Segment Start: TASK INPUTS

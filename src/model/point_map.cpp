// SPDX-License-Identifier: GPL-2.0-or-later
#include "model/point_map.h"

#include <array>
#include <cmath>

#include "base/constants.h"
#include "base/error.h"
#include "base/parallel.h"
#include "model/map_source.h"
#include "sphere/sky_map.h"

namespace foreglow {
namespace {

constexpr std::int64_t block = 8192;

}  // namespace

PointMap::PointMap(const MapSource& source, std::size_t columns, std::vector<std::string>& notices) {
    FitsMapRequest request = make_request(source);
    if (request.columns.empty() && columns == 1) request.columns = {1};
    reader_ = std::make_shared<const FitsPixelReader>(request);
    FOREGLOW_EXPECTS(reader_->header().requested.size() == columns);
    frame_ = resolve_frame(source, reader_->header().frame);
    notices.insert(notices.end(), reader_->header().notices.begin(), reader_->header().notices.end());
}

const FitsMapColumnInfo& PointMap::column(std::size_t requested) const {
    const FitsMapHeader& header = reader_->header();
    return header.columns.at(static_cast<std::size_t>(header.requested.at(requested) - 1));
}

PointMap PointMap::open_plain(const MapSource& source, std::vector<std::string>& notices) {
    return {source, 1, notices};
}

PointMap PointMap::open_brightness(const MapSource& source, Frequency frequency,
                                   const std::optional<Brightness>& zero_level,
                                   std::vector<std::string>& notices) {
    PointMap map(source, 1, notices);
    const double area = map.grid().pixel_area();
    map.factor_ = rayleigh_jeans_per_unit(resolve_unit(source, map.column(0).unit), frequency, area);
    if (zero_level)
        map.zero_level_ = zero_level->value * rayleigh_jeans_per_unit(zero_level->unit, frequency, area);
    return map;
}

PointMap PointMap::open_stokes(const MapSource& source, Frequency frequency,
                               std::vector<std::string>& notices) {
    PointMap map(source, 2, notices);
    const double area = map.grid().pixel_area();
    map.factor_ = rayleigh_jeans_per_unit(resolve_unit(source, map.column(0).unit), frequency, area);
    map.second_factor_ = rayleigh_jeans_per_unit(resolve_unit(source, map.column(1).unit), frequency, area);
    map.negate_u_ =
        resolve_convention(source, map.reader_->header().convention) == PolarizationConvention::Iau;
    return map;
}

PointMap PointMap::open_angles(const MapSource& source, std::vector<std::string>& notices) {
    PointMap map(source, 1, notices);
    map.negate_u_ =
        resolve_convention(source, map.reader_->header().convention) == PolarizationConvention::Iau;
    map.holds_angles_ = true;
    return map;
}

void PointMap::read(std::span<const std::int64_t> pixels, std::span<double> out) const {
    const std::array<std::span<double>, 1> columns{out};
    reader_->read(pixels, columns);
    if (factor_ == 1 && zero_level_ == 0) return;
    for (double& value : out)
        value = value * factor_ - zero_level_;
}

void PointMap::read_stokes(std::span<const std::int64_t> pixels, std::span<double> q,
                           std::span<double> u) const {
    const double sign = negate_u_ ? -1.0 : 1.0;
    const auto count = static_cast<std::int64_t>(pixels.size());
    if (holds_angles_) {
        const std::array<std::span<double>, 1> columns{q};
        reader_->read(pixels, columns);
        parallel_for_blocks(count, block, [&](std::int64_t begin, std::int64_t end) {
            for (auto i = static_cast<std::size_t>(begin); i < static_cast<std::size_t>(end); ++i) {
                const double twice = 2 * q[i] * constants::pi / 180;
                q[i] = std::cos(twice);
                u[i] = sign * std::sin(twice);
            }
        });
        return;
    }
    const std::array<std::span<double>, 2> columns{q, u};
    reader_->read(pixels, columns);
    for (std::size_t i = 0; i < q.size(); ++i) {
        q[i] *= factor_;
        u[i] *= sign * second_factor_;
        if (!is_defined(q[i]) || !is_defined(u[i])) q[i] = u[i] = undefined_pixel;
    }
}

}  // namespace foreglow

Segment End: TASK INPUTS
Segment Start: TASK INPUTS

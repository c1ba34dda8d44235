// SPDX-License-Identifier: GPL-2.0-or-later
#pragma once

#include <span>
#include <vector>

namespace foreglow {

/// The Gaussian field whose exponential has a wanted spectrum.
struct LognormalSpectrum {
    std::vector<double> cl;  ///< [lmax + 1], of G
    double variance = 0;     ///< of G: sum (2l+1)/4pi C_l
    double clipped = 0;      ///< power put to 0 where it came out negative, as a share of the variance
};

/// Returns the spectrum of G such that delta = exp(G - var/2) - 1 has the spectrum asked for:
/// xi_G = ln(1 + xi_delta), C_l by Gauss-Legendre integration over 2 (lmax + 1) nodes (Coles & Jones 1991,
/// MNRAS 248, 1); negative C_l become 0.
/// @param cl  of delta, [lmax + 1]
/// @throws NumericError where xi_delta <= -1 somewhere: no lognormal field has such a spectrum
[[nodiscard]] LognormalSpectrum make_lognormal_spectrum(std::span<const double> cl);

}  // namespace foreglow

Segment End: TASK INPUTS

PROMPT
Find the lines in the records that contain the word "constants", then copy every one of them.

EXERCISE RESPONSE
#include "base/constants.h"
                const double twice = 2 * q[i] * constants::pi / 180;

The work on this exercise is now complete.